When Carlson was elected in 1990, he faced a projected deficit of $2.4 billion when the total budget was smaller, compared to the $935 million shortfall Pawlenty and legislators handled this year. The fix then included income and sales tax increases.

Carlson’s guess is that the November 2008 budget forecast and surely the following one in February 2009 will show a deficit measured in billions of dollars because leaders did not attack this year the systemic causes of the shortfall.  In addition, much of the budget reserves were used to balance this year’s bottom line and fiscal shifts have been all but exhausted.

The transportation funding bill was vital, Carlson said of the 2008 session.  Buying a new state park on Lake Vermilion was nice.  But the heavy lifting of impending budget shortfalls was avoided.  “So I’m not one who stands up and gives this [session] a standing ovation.  Let’s see what it looks like in January [when the next Legislature convenes].   I don’t want anyone to tell me they’re surprised.  That word is worn out.”

Comments (2)

  1. Submitted by Bill Siegel on 05/28/2008 - 01:08 pm.

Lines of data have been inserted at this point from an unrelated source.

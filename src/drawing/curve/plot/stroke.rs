//! How each kind of line in the plot is drawn: told apart without colour.

use crate::drawing::mark::{Dash, Stroke};
use crate::drawing::role::Role;

/// The nominal curve.
pub(in crate::drawing::curve) const fn nominal() -> Stroke {
    Stroke::solid(Role::Ink, 1.5)
}

/// The curve of the unfavourable bound.
pub(in crate::drawing::curve) const fn bound() -> Stroke {
    Stroke {
        role: Role::Ink,
        width: 1.0,
        dash: Dash::Short,
    }
}

/// The inverse square, for comparison.
pub(in crate::drawing::curve) const fn comparison() -> Stroke {
    Stroke {
        role: Role::Muted,
        width: 0.9,
        dash: Dash::Dots,
    }
}

/// A limit.
pub(in crate::drawing::curve) const fn limit() -> Stroke {
    Stroke {
        role: Role::Action,
        width: 0.9,
        dash: Dash::DashDot,
    }
}
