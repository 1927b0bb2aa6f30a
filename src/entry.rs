//! What a person types into a field: a quantity or an expression over linked
//! cells. An entry is parsed once, knows the place of everything in it, and is
//! then evaluated with checked dimensions, as a pure function of the values of
//! its names and literals.

mod diagnostic;
mod function;
mod name;
mod parse;
mod program;
mod row;
mod token;

#[cfg(test)]
mod tests;

pub use diagnostic::Diagnostic;
pub use name::{RESERVED, is_name, is_reserved};
pub use row::RowUse;
pub use token::{LiteralUse, NameUse};

use crate::units::{Literal, Quantity};
use program::Program;
use std::ops::Range;

/// The most characters an entry may have.
pub const LONGEST: usize = 1_000;

/// The deepest that brackets may be nested.
pub const DEEPEST: usize = 64;

/// Returns every function as it is written and what it returns, by name.
///
/// An argument that may be left out stands in square brackets.
pub fn functions() -> impl Iterator<Item = (String, &'static str)> {
    function::FUNCTIONS
        .iter()
        .map(|function| (function.usage(), function.about))
}

/// Returns every constant and what it is, by name.
pub fn constants() -> impl Iterator<Item = (&'static str, &'static str)> {
    function::CONSTANTS
        .iter()
        .map(|constant| (constant.name, constant.about))
}

/// One parsed field text.
///
/// Two entries are equal if their texts are.
///
/// # Examples
///
/// ```
/// use farglow::entry::{Entry, Outcome};
/// use farglow::units::{Dimension, Quantity};
///
/// let entry = Entry::parse("door.width + 0.4 m").expect("this is an entry");
/// assert_eq!(entry.names()[0].member, ["width"]);
/// let width = Quantity::new(0.9, Dimension::LENGTH);
/// let outcome = entry.evaluate(&[width], entry.nominal_literals());
/// assert_eq!(outcome, Ok(Outcome::Quantity(Quantity::new(1.3, Dimension::LENGTH))));
/// ```
#[derive(Clone, Debug)]
pub struct Entry {
    text: String,
    literals: Vec<LiteralUse>,
    nominal: Vec<f64>,
    names: Vec<NameUse>,
    program: Program,
}

/// What an entry comes to.
#[derive(Clone, Copy, Debug, PartialEq)]
pub enum Outcome {
    /// A value with its dimension.
    Quantity(Quantity),
    /// Whether a comparison holds.
    Truth(bool),
}

impl PartialEq for Entry {
    fn eq(&self, other: &Self) -> bool {
        self.text == other.text
    }
}

impl Eq for Entry {}

impl Entry {
    /// Parses what was typed.
    ///
    /// At most 1,000 characters and 64 levels of brackets. Never panics,
    /// whatever the text.
    ///
    /// # Errors
    ///
    /// Every fault that was found, in the order of their places.
    pub fn parse(text: &str) -> Result<Self, Vec<Diagnostic>> {
        let tokens = token::read(text)?;
        let program = parse::compile(&tokens).map_err(|fault| vec![fault])?;
        let nominal = tokens
            .literals
            .iter()
            .map(|used| used.literal.quantity().si);
        Ok(Self {
            text: text.to_owned(),
            nominal: nominal.collect(),
            literals: tokens.literals,
            names: tokens.names,
            program,
        })
    }

    /// Returns the text as it was typed.
    pub fn text(&self) -> &str {
        &self.text
    }

    /// Returns the literals, in the order of their appearance.
    pub fn literals(&self) -> &[LiteralUse] {
        &self.literals
    }

    /// Returns the names of cells, one for each appearance, in that order.
    pub fn names(&self) -> &[NameUse] {
        &self.names
    }

    /// Returns the literal, if the entry is one and nothing else.
    pub fn is_single_literal(&self) -> Option<&Literal> {
        match (self.literals.as_slice(), self.program.is_one_literal()) {
            ([used], true) => Some(&used.literal),
            _ => None,
        }
    }

    /// Returns the nominal values of the literals, in coherent SI units.
    pub fn nominal_literals(&self) -> &[f64] {
        &self.nominal
    }

    /// Works the entry out.
    ///
    /// `names` and `literals` are parallel to [`names`](Self::names) and
    /// [`literals`](Self::literals), the latter in coherent SI units. A
    /// temperature behind a name counts in kelvin, also where it was typed in
    /// °C. `&&` and `||` work both sides out.
    ///
    /// # Accuracy
    ///
    /// Each operation and function is that of `f64` in the standard library;
    /// those of radiation are as accurate as their own documentation says.
    ///
    /// # Errors
    ///
    /// A [`Diagnostic`] at the operator, function or name that has no result:
    /// dimensions that do not fit, °C or °F in arithmetic, division by zero, a
    /// root of a negative number, a result that is not finite, or a slice of
    /// the wrong length.
    pub fn evaluate(&self, names: &[Quantity], literals: &[f64]) -> Result<Outcome, Diagnostic> {
        if names.len() != self.names.len() || literals.len() != self.literals.len() {
            let (found, needed) = if names.len() == self.names.len() {
                (literals.len(), self.literals.len())
            } else {
                (names.len(), self.names.len())
            };
            return Err(Diagnostic::new(
                "values-missing",
                format!("expected {needed} values, found {found}"),
            ));
        }
        self.program.run(names, literals).map_err(|fault| *fault)
    }

    /// Returns the text with each use of the cell `from` replaced by `to`.
    ///
    /// The last part of a name of three, such as the source in
    /// `charger.irradiance_from.door`, is the name of a cell too.
    pub fn renamed(&self, from: &str, to: &str) -> String {
        let mut parts: Vec<(Range<usize>, &str)> = Vec::new();
        for used in &self.names {
            let start = used.span.start;
            if used.cell == from {
                parts.push((start..start + used.cell.len(), to));
            }
            if let [_, last] = used.member.as_slice()
                && last == from
            {
                parts.push((used.span.end - last.len()..used.span.end, to));
            }
        }
        self.replaced(&parts)
    }

    /// Returns the text with each name replaced by its printed value.
    ///
    /// `names` is parallel to [`names`](Self::names); a name without a value
    /// stays.
    pub fn substituted(&self, names: &[String]) -> String {
        let parts: Vec<(Range<usize>, &str)> = self
            .names
            .iter()
            .zip(names)
            .map(|(used, value)| (used.span.clone(), value.as_str()))
            .collect();
        self.replaced(&parts)
    }

    /// The text with parts, given in characters and in order, replaced.
    fn replaced(&self, parts: &[(Range<usize>, &str)]) -> String {
        let mut text = String::with_capacity(self.text.len());
        let mut parts = parts.iter().peekable();
        let mut replaced_to = 0;
        for (index, sign) in self.text.chars().enumerate() {
            if let Some((span, value)) = parts.next_if(|(span, _)| span.start == index) {
                text.push_str(value);
                replaced_to = span.end;
            }
            if index >= replaced_to {
                text.push(sign);
            }
        }
        text
    }
}
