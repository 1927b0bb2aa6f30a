//! JSON with the place of every value, and without duplicate keys.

    Can we PLEASE get Arne to run as Gov again?

  2. Submitted by Bernice Vetsch on 05/28/2008 - 08:05 pm.

    Amen, Bill Siegel.

    Governor Carlson’s recommendation that Minnesota consider both legitimate spending cuts AND legitimate tax increases nails our basic problem. Its name is Tim Pawlenty and the problem is that he likes every kind of legitimate or illegitimate spending cuts and that he refuses to accept the reality that there are, there truly are, legitimate reasons for raising taxes. Especially on the upper 5 percent or so of our population, who have not have to pay a fair share since the current governor was first elected.

    We do not have a spending problem. We have a revenue problem. And while the two-tier society keeps abuilding, the haves find ways around our lack of investment in education, transportation and transit, universal single-payer health care, and our physical infrastructure, the have-nots just get poorer while prices for life’s necessities go up. And up.